The shape his nightmare took was that of a severed arm, something his mind afflicted him with, to tell him that everything was okay when he really was anything but. All the men in his dreams were disfigured, including the man above him, eyeless sockets staring out as long jagged teeth lay broken and cracked from his guttered lips. “That’s quite a sight,” Abaddon remarked aloud, drawn to lucidity by the vivid imagery of this dream.
Ignis ignored him. “I need to fulfill this quota, but there are too many swords to make in so little time.”
”Everyone’s in the same boat. Stop your yammering and get to it, Ignis. The man at the top put this order in, and that’s the demand we have to meet. You’re the supplier, as are the rest of us.” The guild smith toppled the older veteran with a shove. “You’re on contract, now get back to work!” The door slammed suddenly, and the warrior-smith crawled to a stool, pulling his hat off and putting his face in his palms.
“You’re just going to let him do this to you? You lack a spine.”
”I’ve seen spines ripped from bodies,” the smith replied, and then went silent.
”Maybe you forgot when you were ripped from yours.”
The exchange settled in the air before the man inhaled and stood, grabbing his hammer and saw and getting back to work. Abaddon watched him set a severed limb upon the anvil with care, clamping it steady with the vice before getting to work. It was intriguing to watch the man work, how he always had this solemnity in his eyes, recounting flashes of his past that bled out into the dream around them. “This mind is so broken, so warped...” Abaddon murmured so quiet as to not be heard, a trespasser to someone’s deepest insecurities.

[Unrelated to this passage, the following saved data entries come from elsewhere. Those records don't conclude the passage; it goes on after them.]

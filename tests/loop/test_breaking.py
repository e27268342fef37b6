"""Broken loops: closing them again gives the closed loop, and det(I + L) is what it should be."""

import numpy as np
import pytest

from ssaudit.loop.assembly import OpenLoop
from ssaudit.loop.breaking import break_loop
from ssaudit.loop.closing import close_output_feedback

RNG = np.random.default_rng(11)


def some_loop(points=4):
    shapes = [(5, 5), (5, 2), (3, 5), (3, 2)]
    A, B, C, D = (RNG.standard_normal((points, *shape)) for shape in shapes)
    K = RNG.standard_normal((points, 2, 3))
    return OpenLoop(A, B, C, 0.2 * D, {}, tuple("abcde"), 0.0), K


@pytest.mark.parametrize("sign", [-1, 1])
@pytest.mark.parametrize(
    ("inputs", "signals"), [([0], []), ([1], []), ([], [2]), ([0, 1], []), ([], [0, 1, 2]),
                            ([0, 1], [0, 1, 2]), ([1], [0])],
)  # fmt: skip
def test_closing_what_was_broken_gives_the_closed_loop(sign, inputs, signals):
    opened, K = some_loop()
    L = break_loop(opened, K, sign, inputs=inputs, signals=signals)
    closed, _ = close_output_feedback(opened.A, opened.B, opened.C, opened.D, K, sign)
    size = len(inputs) + len(signals)
    again = L.A - L.B @ np.linalg.solve(np.eye(size) + L.D, L.C)
    np.testing.assert_allclose(again, closed, rtol=1e-9, atol=1e-9)
    if len(inputs) == 2 and len(signals) == 3:
        return  # broken at both ends, the loop passes through L twice: its sign does not show
    wrong = L.A + L.B @ np.linalg.solve(np.eye(size) - L.D, L.C)
    assert not np.allclose(wrong, closed, rtol=1e-3, atol=1e-3)


def test_all_inputs_broken_is_gain_times_plant():
    opened, K = some_loop(points=1)
    L = break_loop(opened, K, -1, inputs=[0, 1])
    s = 0.3 + 2j
    P = opened.C @ np.linalg.solve(s * np.eye(5) - opened.A, opened.B) + opened.D
    found = L.C @ np.linalg.solve(s * np.eye(5) - L.A, L.B) + L.D
    np.testing.assert_allclose(found, K @ P, rtol=1e-10)


def test_single_loop_is_the_schur_complement_of_the_others():
    opened, K = some_loop(points=1)
    s = 1.7j
    P = (opened.C @ np.linalg.solve(s * np.eye(5) - opened.A, opened.B) + opened.D)[0]
    whole = K[0] @ P
    expected = whole[0, 0] - whole[0, 1] * whole[1, 0] / (1 + whole[1, 1])
    L = break_loop(opened, K, -1, inputs=[0])
    found = (L.C @ np.linalg.solve(s * np.eye(5) - L.A, L.B) + L.D)[0, 0, 0]
    np.testing.assert_allclose(found, expected, rtol=1e-10)


def test_what_cannot_be_closed_is_nan_for_that_point_alone():
    opened, K = some_loop(points=2)
    opened.D[0, :, 1], K[0, 1] = [1.0, 0.0, 0.0], [-1.0, 0.0, 0.0]
    L = break_loop(opened, K, -1, inputs=[0])
    assert np.isnan(L.A[0]).any() or np.abs(L.A[0]).max() > 1e12
    assert np.isfinite(L.A[1]).all()
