"""Stated uncertainty: which entries it is about, and that poles stay within what follows."""

from itertools import product

import numpy as np
import pandas as pd
import pytest

import ssaudit
from ssaudit.errors import LoopError
from ssaudit.loop import parts
from ssaudit.loop.files import read_loop
from ssaudit.loop.uncertainty import Uncertain, misfit_of, stated_errors

STATES, INPUTS, OUTPUTS = ("a", "b", "c"), ("flap", "rudder"), ("h", "r")
CLOSED = ("", None, "none")


def section(points=1):
    rng = np.random.default_rng(0)
    shapes = [(3, 3), (3, 2), (2, 3), (2, 2)]
    stacks = [rng.standard_normal((points, *shape)) for shape in shapes]
    names = {"states": STATES, "inputs": INPUTS, "outputs": OUTPUTS}
    return ssaudit.build_bank(*stacks, revision="A", **names).sections[0]


def entries(*statements, feed="outputs"):
    """Errors as stated about the matrices of two points and a gain of [1 2; 3 4] (or of 2x3)."""
    some = section(2)
    signals = OUTPUTS if feed == "outputs" else STATES
    K = np.arange(1.0, 1 + 2 * len(signals)).reshape(1, 2, -1)
    matrices = some.read(0, 2)
    return stated_errors(statements, some, signals, {**matrices, "K": K}), {**matrices, "K": K}


@pytest.mark.parametrize("name", ["A", "B", "C", "D", "K"])
@pytest.mark.parametrize(("absolute", "relative"), [(0.1, 0.0), (0.0, 0.2), (0.1, 0.2)])
def test_whole_matrices(name, absolute, relative):
    found, matrices = entries(Uncertain(name, absolute=absolute, relative=relative))
    assert list(found) == [name]
    np.testing.assert_allclose(found[name], absolute + relative * np.abs(matrices[name]))


@pytest.mark.parametrize(
    ("name", "row", "column", "place"),
    [
        ("A", "b", "", np.s_[:, 1, :]), ("A", "", "c", np.s_[:, :, 2]),
        ("A", "c", "a", np.s_[:, 2, 0]), ("B", "a", "rudder", np.s_[:, 0, 1]),
        ("B", "", "flap", np.s_[:, :, 0]), ("C", "r", "b", np.s_[:, 1, 1]),
        ("D", "h", "rudder", np.s_[:, 0, 1]), ("K", "rudder", "h", np.s_[:, 1, 0]),
        ("K", "flap", "", np.s_[:, 0, :]), ("K", "", "r", np.s_[:, :, 1]),
    ],
)  # fmt: skip
def test_rows_columns_and_entries_are_those_named(name, row, column, place):
    found, matrices = entries(Uncertain(name, row, column, absolute=0.5, relative=0.1))
    expected = np.zeros(matrices[name].shape)
    expected[place] = 0.5 + 0.1 * np.abs(matrices[name][place])
    np.testing.assert_allclose(found[name], expected, rtol=1e-15)


def test_gains_on_states_are_named_by_states():
    found, matrices = entries(Uncertain("K", "rudder", "c", relative=0.5), feed="states")
    assert np.argwhere(found["K"]).tolist() == [[0, 1, 2]]
    assert found["K"][0, 1, 2] == 0.5 * matrices["K"][0, 1, 2]


def test_statements_add_up():
    found, matrices = entries(
        Uncertain("A", absolute=1.0), Uncertain("A", "a", "a", relative=0.5), Uncertain("B", "a",
        absolute=2.0)
    )  # fmt: skip
    assert set(found) == {"A", "B"}
    np.testing.assert_allclose(found["A"][:, 0, 0], 1.0 + 0.5 * np.abs(matrices["A"][:, 0, 0]))
    assert (found["A"][:, 1:, 1:] == 1.0).all()
    assert (found["B"][:, 1:] == 0).all()


@pytest.mark.parametrize(
    ("build", "message"),
    [
        (lambda: Uncertain("Q", absolute=1.0), "unknown matrix 'Q'"),
        (lambda: Uncertain("A"), "absolute or relative, above 0"),
        (lambda: Uncertain("A", absolute=-1.0), "above 0"),
        (lambda: Uncertain("A", absolute=1.0, relative=-1.0), "above 0"),
    ],
)
def test_what_states_nothing_is_refused(build, message):
    with pytest.raises(LoopError, match=message):
        build()


@pytest.mark.parametrize(
    ("statement", "message"),
    [
        (Uncertain("A", "bb", absolute=1.0), "names 'bb', not in A: did you mean b"),
        (Uncertain("A", "flap", absolute=1.0), "names 'flap', not in A"),
        (Uncertain("B", "a", "ruder", absolute=1.0), "did you mean rudder"),
        (Uncertain("K", "rudder", "a", absolute=1.0), "names 'a', not in K"),
        (Uncertain("E", "a", "h", absolute=1.0), "names 'h', not in E"),
    ],
)
def test_names_that_the_models_do_not_have(statement, message):
    assert message in misfit_of(statement, section(), OUTPUTS)
    bank = ssaudit.build_bank(
        *(section().read(0, 1)[name] for name in "ABCD"),
        revision="A", states=STATES, inputs=INPUTS, outputs=OUTPUTS,
    )  # fmt: skip
    loop = ssaudit.Loop(
        "negative", ssaudit.ConstantGain(np.eye(2)), "outputs", uncertain=(statement,)
    )
    with pytest.raises(LoopError, match="uncertain"):
        ssaudit.audit(bank, loop, ssaudit.Criteria())


FILE = 'sign = "negative"\n[gain]\nmatrix = [[1.0]]\n[[uncertain]]\n'


@pytest.mark.parametrize(
    ("text", "message"),
    [
        ('matrix = "A"\n', "[[uncertain]] 1: an uncertainty needs absolute or relative"),
        ("absolute = 1.0\n", "[[uncertain]] 1: matrix is missing"),
        ('matrix = "A"\nrelative = "5%"\n', "not a finite number"),
        ('matrix = "A"\nrow = 3\nrelative = 0.1\n', "row is 3, not text"),
        ('matrix = "A"\nrelativ = 0.1\n', "did you mean relative?"),
        ('matrix = "a"\nrelative = 0.1\n', "unknown matrix 'a'"),
    ],
)
def test_mistakes_in_the_file_are_named(tmp_path, text, message):
    (tmp_path / "loop.toml").write_text(FILE + text)
    with pytest.raises(LoopError) as caught:
        read_loop(tmp_path / "loop.toml")
    assert message in str(caught.value)
    assert "\n" not in str(caught.value)


def verdict(A, *statements, B=None, loop=None, **bank):
    built = ssaudit.build_bank([A], None if B is None else [B], revision="A", **bank)
    closed = ssaudit.Loop(*CLOSED, uncertain=statements) if loop is None else loop
    return dict(ssaudit.audit(built, closed, ssaudit.Criteria()).points.iloc[0])


@pytest.mark.parametrize(
    ("statement", "size"),
    [
        ({"matrix": "A"}, "absolute"), ({"matrix": "A", "row": "x1"}, "absolute"),
        ({"matrix": "A", "column": "x1"}, "absolute"),
        ({"matrix": "A", "row": "x1", "column": "x1"}, "absolute"),
        ({"matrix": "A", "row": "x1", "column": "x1"}, "relative"),
        ({"matrix": "A"}, "relative"),
    ],
)  # fmt: skip
def test_verdict_turns_to_doubt_where_the_uncertainty_reaches_the_axis(statement, size):
    A = np.diag([-0.5, -400.0])
    reach = 0.5 if size == "absolute" else 1.0
    within = verdict(A, Uncertain(**statement, **{size: 0.98 * reach}))
    beyond = verdict(A, Uncertain(**statement, **{size: 1.02 * reach}))
    assert (within["verdict"], beyond["verdict"]) == ("ok", "doubt")
    assert beyond["doubt"] == "stability"
    assert within["radius"] == pytest.approx(0.49, rel=0.02)
    # As much about the entry of the other state leaves the verdict alone.
    elsewhere = Uncertain("A", "x2", "x2", absolute=0.51)
    assert verdict(A, elsewhere)["verdict"] == "ok"


def test_uncertain_gains():
    def closed(relative):
        loop = ssaudit.Loop(
            "negative",
            ssaudit.ConstantGain([[3.0]]),
            uncertain=(Uncertain("K", relative=relative),),
        )
        return verdict([[1.0]], B=[[1.0]], loop=loop)

    # The pole is 1 - 3 (1 ± relative).
    assert closed(0.66)["verdict"] == "ok"
    assert closed(0.66)["radius"] == pytest.approx(1.98, rel=1e-12)
    assert closed(0.67)["verdict"] == "doubt"


def test_uncertain_gains_of_a_schedule_are_relative_to_what_it_commands():
    grid, K = (np.array([0.0, 1.0]),), np.array([[[2.0]], [[4.0]]])
    schedule = ssaudit.GainSchedule(("speed",), grid, K, ("u1",), ("x1",), "refuse")
    bank = ssaudit.build_bank(
        np.ones((3, 1, 1)), np.ones((3, 1, 1)), revision="A",
        coordinates={"speed": ([0.0, 0.5, 1.0], "m/s")},
    )  # fmt: skip
    loop = ssaudit.Loop("negative", schedule, uncertain=(Uncertain("K", relative=0.6),))
    found = ssaudit.audit(bank, loop, ssaudit.Criteria()).points
    np.testing.assert_allclose(found["radius"], [1.2, 1.8, 2.4], rtol=1e-12)
    assert list(found["verdict"]) == ["doubt", "ok", "ok"]


STATED = (
    Uncertain("A", absolute=0.02),
    Uncertain("A", "b", "c", relative=0.05),
    Uncertain("B", "", "rudder", relative=0.1),
    Uncertain("C", "h", absolute=0.02),
    Uncertain("D", absolute=0.01),
    Uncertain("K", "flap", "r", absolute=0.03),
)


@pytest.mark.parametrize("path", [(), (parts.first_order(0.1).at("lag", input="*"),)])
@pytest.mark.parametrize("sign", ["negative", "positive"])
def test_poles_of_changed_models_lie_within_the_radii(sign, path):
    rng = np.random.default_rng(3)
    A = rng.standard_normal((3, 3)) + np.diag([-3.0, -7.0, -12.0])
    B, C, D = (0.5 * rng.standard_normal(s) for s in ((3, 2), (2, 3), (2, 2)))
    K = 0.5 * rng.standard_normal((2, 2))
    names = {"states": STATES, "inputs": INPUTS, "outputs": OUTPUTS, "revision": "A"}

    def audited(matrices, gains, *statements):
        """Poles and radii of each of some models under its own gains, by rising real part."""
        draws = np.arange(len(gains), dtype=float)
        bank = ssaudit.build_bank(*matrices, coordinates={"draw": (draws, "")}, **names)
        if len(draws) > 1:
            gain = ssaudit.GainSchedule(("draw",), (draws,), gains, INPUTS, OUTPUTS, "refuse")
        else:
            gain = ssaudit.ConstantGain(gains[0])
        loop = ssaudit.Loop(sign, gain, "outputs", uncertain=statements, parts=path)
        modes = ssaudit.audit(bank, loop, ssaudit.Criteria()).modes
        return [
            (rows["real"].to_numpy() + 1j * rows["imag"].to_numpy(), rows["radius"].to_numpy())
            for _, rows in modes.groupby(modes["point"].astype(int))
        ]

    nominal = [M[np.newaxis] for M in (A, B, C, D)]
    ((poles, radius),) = audited(nominal, K[np.newaxis], *STATED)
    ((_, exact),) = audited(nominal, K[np.newaxis])
    assert exact.max() < 1e-12  # what is not stated is not assumed
    some = ssaudit.build_bank(*nominal, **names).sections[0]
    given = {**some.read(0, 1), "K": K[np.newaxis]}
    spread = stated_errors(STATED, some, OUTPUTS, given)
    moved = {
        name: M + spread[name] * rng.choice([-1, 1], (200, *M.shape[1:]))
        for name, M in given.items()
    }
    largest = 0.0
    for changed, _ in audited([moved[name] for name in "ABCD"], moved["K"]):
        gap = np.abs(poles[:, None] - changed[None]).min(axis=1)
        assert (gap <= radius).all()
        largest = max(largest, (gap / radius).max())
    assert largest > 0.3  # a third of these radii would not do


def test_mass_matrix(export, command, tmp_path):
    """Pole -1/(2 ± e): stated in the loop file, and found by the command."""
    source = export("e.h5", {"A": [[[-1.0]]], "B": [[[1.0]]], "E": [[[2.0]]]})
    bank, loop, criteria = (tmp_path / n for n in ("bank.h5", "loop.toml", "criteria.toml"))
    criteria.write_text("")
    assert command("ingest", source, "--revision", "A", "--bank", bank).code == 0
    for size, code in ((0.0, 0), (0.4, 0), (2.5, 1)):
        stated = f'[[uncertain]]\nmatrix = "E"\nabsolute = {size}\n' if size else ""
        loop.write_text(f'sign = "negative"\n[gain]\nmatrix = [[0.0]]\n{stated}')
        ran = command("audit", bank, "--loop", loop, "--criteria", criteria, "--csv",
                      tmp_path / "points.csv")  # fmt: skip
        assert ran.code == code, ran.err
        (row,) = pd.read_csv(tmp_path / "points.csv").to_dict("records")
        if size == 0.4:
            assert 0.125 <= row["radius"] < 0.5  # the farthest is -1/1.6
        assert row["verdict"] == ("doubt" if code else "ok")


def test_corners_of_a_small_box_reach_the_verdict():
    """[[uncertain]] on two entries: doubt exactly where a corner of the box is not stable."""
    A = np.array([[-1.0, 0.8], [0.5, -1.0]])
    for size in (0.1, 0.3, 0.45, 0.6):
        stated = (Uncertain("A", "x1", "x2", size), Uncertain("A", "x2", "x1", size))
        corners = [
            np.linalg.eigvals(A + size * np.array([[0, p], [q, 0]])).real.max()
            for p, q in product((-1, 1), repeat=2)
        ]
        found = verdict(A, *stated)["verdict"]
        if max(corners) >= 0:
            assert found == "doubt"
        elif size <= 0.1:
            assert found == "ok"
    assert max(corners) >= 0  # the last size reaches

Piece by piece, the grim creation took shape, before naught but bone and sinew remained. The black cords were wrapped round and round the hilt of a darkened red dagger, bone hammered away into a splintered point as if it were some kind of metal. When that one was done, he went to the next, an endless cycle for a man in endless agony.
This went on for a few more daggers, Abaddon wondering if his condition would change, but there was so much maniacal stability in it all. This dream was on a single, grisly track, and it played the same sad song to such dismal effect. Abaddon grabbed a slip of paper and wrote a new contract. “Remember them,” it said, and he pinned it to the wall of the workshop with a nail where the other contract had been left.
“There’s a new order,” Abaddon then told him. “Care to look?”
The smith paused, looking half-way over his shoulder before rising and lifting a rag to his face. He was sweating from the heat of the ...boneforge? Curious. The man took the leaflet down and pulled a monocle to his eye, reading over the two words. “A tall order,” he grumbled. “So unreasonable, I can’t imagine what the Grand Marshall wants with these... more young men to march to their deaths, likely.”
“Isn’t that kind of talk treasonous?” Abaddon remarked.
”If that’s what I die from, I deserve it.”
Abaddon fell silent again, mystified by his mindset. “How do you plan to get the order done?”
”I have my ideas,” the old man said, brandishing one of the bone knives. “Maybe it’s best to forget.” Turning the knife upon himself, he angled it up towards the socket of his eye and began to carve, body shaking and jolting. How the man did not wake up then was a mystery to Abaddon, but perhaps, he thought, Ignis might already be missing an eye. Anything was a possibility in dreams after all, but that made the most sense. Some horrors were more effective than others, and what made one squirm might be a daily occurrence to another. Fear was such a complicated thing.
Scooping out his memories, he laid them out on the anvil, bright azure jewels tainted with motes of black smoke. It was such a depressing thing to witness, Abaddon growing bored as the man nursed his inner tragedies with such a small microcosm of creativity to be had for the world abound. Touching the man upon the shoulder, he imparted, to liven his own mood, an ailment. What better the suffering than constant hiccups? he thought, and so it came to be that the man shook with the gulping, feminine sound of a loud hiccup, doing so even in his sleep.
The man awoke a moment later to breathe in his old age, deprived of oxygen, so Abaddon found the dreamscape shifting back to his own. I’m not so in the mood to play cat and mouse with my imagination tonight, he told himself, and so he focused on the world beyond, the Veil., a mirrored landscape, a vast ocean of translucent material dotted with bubbles merging and vanishing in the skies above and below like a twisting tunnel of whirling images.
Used to the disorienting nature of the place by now and thus wandering the Veil that night with more curiosity than was usual, Abaddon’s eyes couldn’t help but stare out at the vast expanse of moving images, a sufferance worth of happy, sickening positive emotion dominating the vast majority of this realm. One by one he scanned them for subjects of interest, trying to find something that stood out. Someone was flying over a wondrous landscape, and he paused, standing at the edge.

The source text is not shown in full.